> _Instructions to follow_: In the data that follows, find the line with "ints = [v.name"; transcribe it, every later line up to the one with "def axis_index(axis, value: float)", and that line as well, exactly and with no others.

=-=-=-=-=

"""``sweepcli map``: phase maps drawn with matplotlib from a results file.

Integer invariants (and half-integer ones such as the spin Chern number) get discrete colours
tied to their values, the same in every map of every file: 0 neutral, positive values red and
negative values blue, deeper with magnitude (:func:`value_colour`), with a colour bar that has
one tick per value. Gaps get a continuous scale. Points where a quantity is ill-defined are grey;
points not computed yet (an unfinished run) are hatched white, and the title counts them. Grid
nodes next to a bulk-gap closing and predicted closings are marked over every 2D map so that
phase changes can be compared with gap closings. A 1D sweep draws a line plot with the same
colours.
"""

from __future__ import annotations

import textwrap
from collections import Counter
from dataclasses import dataclass
from pathlib import Path

import numpy as np

from ..errors import ResultsError, SweepError, suggest
from ..schema import Reason
from ..store import FILL_INT, Results
from ..store.refined import display_values

FORMATS = (".png", ".svg", ".pdf")
MISSING_COLOUR = "#9a9a9a"  # ill-defined: gap closed, not converged, failed
NOT_COMPUTED_FACE = "#ffffff"  # not evaluated (yet): white, hatched
NOT_COMPUTED_HATCH = "////"
HATCH_COLOUR = "#8c8c8c"
ZERO_COLOUR = "#e9e4d4"  # the trivial phase: a neutral that is neither grey nor white
GAP_VARIABLES = ("gap", "gap_0", "gap_pi")
#: |value| -> distance from the centre of the diverging red-blue scale (0.5 = its darkest end).
#: Fixed, so that a value has one colour in every map; |value| >= 4 share the darkest shade.
_STRENGTH = ((0.5, 1.0, 2.0, 3.0, 4.0), (0.17, 0.25, 0.36, 0.44, 0.5))
#: Largest number of distinct half-integer values for which a float variable is drawn discretely.
MAX_DISCRETE = 24


def value_colour(value: float) -> tuple[float, float, float, float]:
    """The RGBA colour of an integer or half-integer ``value`` in every map.

    0 is :data:`ZERO_COLOUR`; positive values take reds and negative values blues of the
    ColorBrewer red-blue scale (matplotlib's ``RdBu_r``), deeper with ``|value|``.
    """
    import matplotlib
    from matplotlib.colors import to_rgba

    if value == 0:
        return to_rgba(ZERO_COLOUR)
    offset = float(np.interp(abs(value), *_STRENGTH))
    return tuple(float(c) for c in matplotlib.colormaps["RdBu_r"](0.5 + np.copysign(offset, value)))


def discrete_levels(dtype: str, values: np.ndarray, units: str = "1") -> list[float] | None:
    """Sorted distinct values when ``values`` are to be drawn discretely, else ``None``.

    Integer variables always; a dimensionless float variable (``units`` "1" or "", so never a
    gap that happens to be 0 or 2) whose finite values are all integers or half-integers
    (within 1e-6), with at most :data:`MAX_DISCRETE` distinct values: a spin Chern number.
    """
    finite = np.asarray(values, float)
    finite = finite[np.isfinite(finite)]
    if dtype in ("int32", "uint8"):
        return sorted(float(v) for v in np.unique(finite))
    if not finite.size or units not in ("", "1"):
        return None
    twice = np.round(2 * finite)
    if np.max(np.abs(2 * finite - twice)) > 2e-6 or len(np.unique(twice)) > MAX_DISCRETE:
        return None
    return sorted(float(v) / 2 for v in np.unique(twice))


def level_text(value: float) -> str:
    """A level as printed on ticks and legends: ``1``, ``-1/2``, ``3/2``."""
    if value == int(value):
        return str(int(value))
    return f"{int(round(2 * value))}/2"


def gap_variable_for(results: Results, var: str) -> str | None:
    """The gap whose closings bound the phases of ``var``: gap_pi for pi-gap quantities."""
    pi_gap = any(token.endswith("pi") for token in var.split("_"))  # gap_pi, nu_pi, line_wpi_s1
    order = ("gap_pi", "gap", "gap_0") if pi_gap else GAP_VARIABLES
    return next((g for g in order if g in results.variables and g != var), None)


def default_variable(results: Results) -> str:
    """The variable ``map`` draws by default: the job's main invariant.

    The one the job names (``[output] main``, stored as the root attribute ``main_variable``);
    else the first integer invariant that takes more than one value on the computed points
    (diagnostics such as ``*_kmesh``, ``*_method`` and the ``agree_*`` flags are skipped), else
    the first integer invariant, else the first variable.
    """
    main = results.attrs.get("main_variable", "")
    if main in results.variables:
        return main
    plain = [v for v in results.variables.values() if not v.is_reason]
    if not plain:
        raise ResultsError("the results file holds no variables to draw.")
    ints = [v.name for v in plain if v.dtype == "int32" and not v.name.startswith("agree_")
            and not v.name.endswith(("_kmesh", "_method"))]
    done = results.done.astype(bool)
    for name in ints:
        vals = results.data[name][done]
        if len(np.unique(vals[vals != FILL_INT])) > 1:
            return name
    return ints[0] if ints else plain[0].name


def check_variable(results: Results, var: str | None) -> str:
    if var is None:
        return default_variable(results)
    if var not in results.variables:
        names = list(results.variables)
        raise ResultsError(f"no variable {var!r} in the results file (available: "
                           f"{', '.join(names)}).{suggest(var, names)}")
    return var


def axis_index(axis, value: float) -> int:
    """Index of the grid value of ``axis`` nearest to ``value``.

    Raises
    ------
    ResultsError
        ``value`` lies off the axis: beyond its first or last value by more than half a step.
    """
    v = np.asarray(axis.values, float)
    i = int(np.argmin(np.abs(v - value)))
    tol = 1e-9 * (1 + abs(value))
    if len(v) > 1:
        steps = np.abs(np.diff(np.sort(v)))
        lo, hi = v.min() - steps[0] / 2, v.max() + steps[-1] / 2
    else:
        lo = hi = v[0]
    if not lo - tol <= value <= hi + tol:
        raise ResultsError(f"--at {axis.name}={value:g} is off the swept axis of {axis.name} "
                           f"({len(v)} value{'s' if len(v) != 1 else ''} from {v.min():g} to "
                           f"{v.max():g}); give a value on it.")
    return i


def at_notes(results: Results, at: dict[str, float]) -> list[str]:
    """One line per ``--at`` value that is not a grid value, naming the grid value used."""
    notes = []
    for a in results.axes:
        if a.name in at:
            used = float(a.values[axis_index(a, at[a.name])])
            if not np.isclose(used, at[a.name], rtol=1e-9, atol=1e-12):
                notes.append(f"--at {a.name}={at[a.name]:g} is not a grid value; drawn at the "
                             f"nearest, {a.name}={used:g}.")
    return notes


def select(results: Results, at: dict[str, float]) -> tuple[list[int], tuple]:
    """Indices of the axes to draw (at most two, longer than 1 and not fixed by ``at``) and the
    index tuple that selects them, other axes fixed at the grid value nearest to ``at[name]``
    (refused when off the axis, see :func:`axis_index`) or at their first value."""
    names = [a.name for a in results.axes]
    for name in at:
        if name not in names:
            raise ResultsError(f"--at names {name!r}, which is not a swept parameter (swept: "
                               f"{', '.join(names)}).{suggest(name, names)}")
    free = [i for i, a in enumerate(results.axes) if a.name not in at and len(a.values) > 1][:2]
    if not free:
        free = [0]
    index = []
    for i, a in enumerate(results.axes):
        if i in free:
            index.append(slice(None))
        else:
            index.append(axis_index(a, at[a.name]) if a.name in at else 0)
    return free, tuple(index)


def _transition_rows(results: Results, index: tuple) -> list[dict]:
    """Predicted transitions that lie on the drawn slice (other axes at their selected values)."""
    table = results.tables.get("transitions")
    if not table or not len(table["gap"]):
        return []
    keep = np.ones(len(table["gap"]), bool)
    for a, i in zip(results.axes, index):
        if isinstance(i, int) and len(a.values) > 1:
            keep &= np.isclose(table[a.name], a.values[i], rtol=0,
                               atol=1e-12 * (1 + abs(a.values[i])))
    cols = list(table)
    rows = [{c: table[c][j] for c in cols} for j in np.flatnonzero(keep)]
    names = [a.name for a in results.axes]
    seen, out = set(), []
    for r in rows:  # a crossing found along two axes (or at a grid value) is drawn once
        key = (r["gap"], *(round(float(r[n]), 12) for n in names))
        if key not in seen:
            seen.add(key)
            out.append(r)
    return out


def _draw_transitions(ax, results: Results, index: tuple, x: str, y: str) -> list:
    from matplotlib.lines import Line2D

    rows = _transition_rows(results, index)
    handles = []
    for gap, marker, colour in (("0", "+", "tab:red"), ("pi", "x", "k")):
        pts = [(r[x], r[y]) for r in rows if r["gap"] == gap]
        if pts:
            px, py = zip(*pts)
            ax.plot(px, py, ls="", marker=marker, ms=4, mew=0.8, color=colour)
            handles.append(Line2D([], [], ls="", marker=marker, color=colour,
                                  label=f"predicted closing at {gap}"))
    return handles


def closing_nodes(gap: np.ndarray) -> np.ndarray:
    """Grid nodes nearest to a gap closing.

    Near a closing the gap is V-shaped, ``|s| * distance``; a node whose gap is at most half
    the largest change to a neighbour lies within about half a cell of the zero.
    """
    finite = np.isfinite(gap)
    gap = np.where(finite, gap, 0.0)
    change = np.zeros_like(gap)
    for axis in range(gap.ndim):
        both = np.logical_and(np.take(finite, range(1, gap.shape[axis]), axis),
                              np.take(finite, range(0, gap.shape[axis] - 1), axis))
        d = np.where(both, np.abs(np.diff(gap, axis=axis)), 0.0)
        pad = [(0, 0)] * gap.ndim
        pad[axis] = (1, 0)
        change = np.maximum(change, np.pad(d, pad))
        pad[axis] = (0, 1)
        change = np.maximum(change, np.pad(d, pad))
    return finite & (change > 0) & (gap <= 0.5 * change)


def _edges(values: np.ndarray, log: bool) -> np.ndarray:
    v = np.log(values) if log else np.asarray(values, float)
    if len(v) == 1:
        e = np.array([v[0] - 0.5, v[0] + 0.5])
    else:
        mid = (v[1:] + v[:-1]) / 2
        e = np.concatenate([[2 * v[0] - mid[0]], mid, [2 * v[-1] - mid[-1]]])
    return np.exp(e) if log else e


def _label(axis) -> str:
    unit = f" [{axis.units}]" if axis.units and axis.units != "1" else ""
    name = axis.name if axis.long_name in ("", axis.name) else f"{axis.name} ({axis.long_name})"
    return name + unit


def disagreement(results: Results) -> np.ndarray:
    """Grid mask of points where any bulk-boundary flag (``agree_*``) is 0."""
    mask = np.zeros(results.shape, bool)
    for name, v in results.variables.items():
        if name.startswith("agree_") and v.dtype == "int32":
            mask |= results.done.astype(bool) & (results.data[name] == 0)
    return mask


def missing_reasons(results: Results, var: str, index: tuple, mask: np.ndarray) -> Counter:
    """Reason names (``"gap_closed"``, ...) of the points of ``mask`` (on the drawn slice) where
    ``var`` is missing although evaluated, counted; ``{"missing": n}`` without a reason variable."""
    meta = results.variables[var]
    rname = f"{meta.measurement}_reason"
    if rname not in results.variables or rname == var:
        return Counter({"missing": int(mask.sum())})
    reasons = display_values(results, rname)[0][index][mask]
    return Counter(Reason(int(r)).name.lower() for r in reasons.ravel())


def missing_text(counts: Counter) -> str:
    """``missing: gap closed (12)`` or ``missing: gap closed 10, not converged 2``."""
    words = {k.replace("_", " "): v for k, v in sorted(counts.items())}
    if len(words) == 1:
        (name, n), = words.items()
        return f"missing: {name} ({n})" if name != "missing" else f"missing ({n})"
    return "missing: " + ", ".join(f"{k} {v}" for k, v in words.items())


@dataclass
class Slice:
    """What a map draws: ``values`` of ``var`` on the drawn axes (NaN where missing),
    ``not_computed`` (not evaluated yet) and ``ill`` (evaluated but missing) masks, ``levels``
    (the discrete values, ``None`` for a continuous scale) and the counts for the title."""

    var: str
    values: np.ndarray
    not_computed: np.ndarray
    ill: np.ndarray
    levels: list[float] | None
    n_known: int
    n_total: int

=-=-=-=-=

> _Answer section_:
    ints = [v.name for v in plain if v.dtype == "int32" and not v.name.startswith("agree_")
            and not v.name.endswith(("_kmesh", "_method"))]
    done = results.done.astype(bool)
    for name in ints:
        vals = results.data[name][done]
        if len(np.unique(vals[vals != FILL_INT])) > 1:
            return name
    return ints[0] if ints else plain[0].name


def check_variable(results: Results, var: str | None) -> str:
    if var is None:
        return default_variable(results)
    if var not in results.variables:
        names = list(results.variables)
        raise ResultsError(f"no variable {var!r} in the results file (available: "
                           f"{', '.join(names)}).{suggest(var, names)}")
    return var


def axis_index(axis, value: float) -> int:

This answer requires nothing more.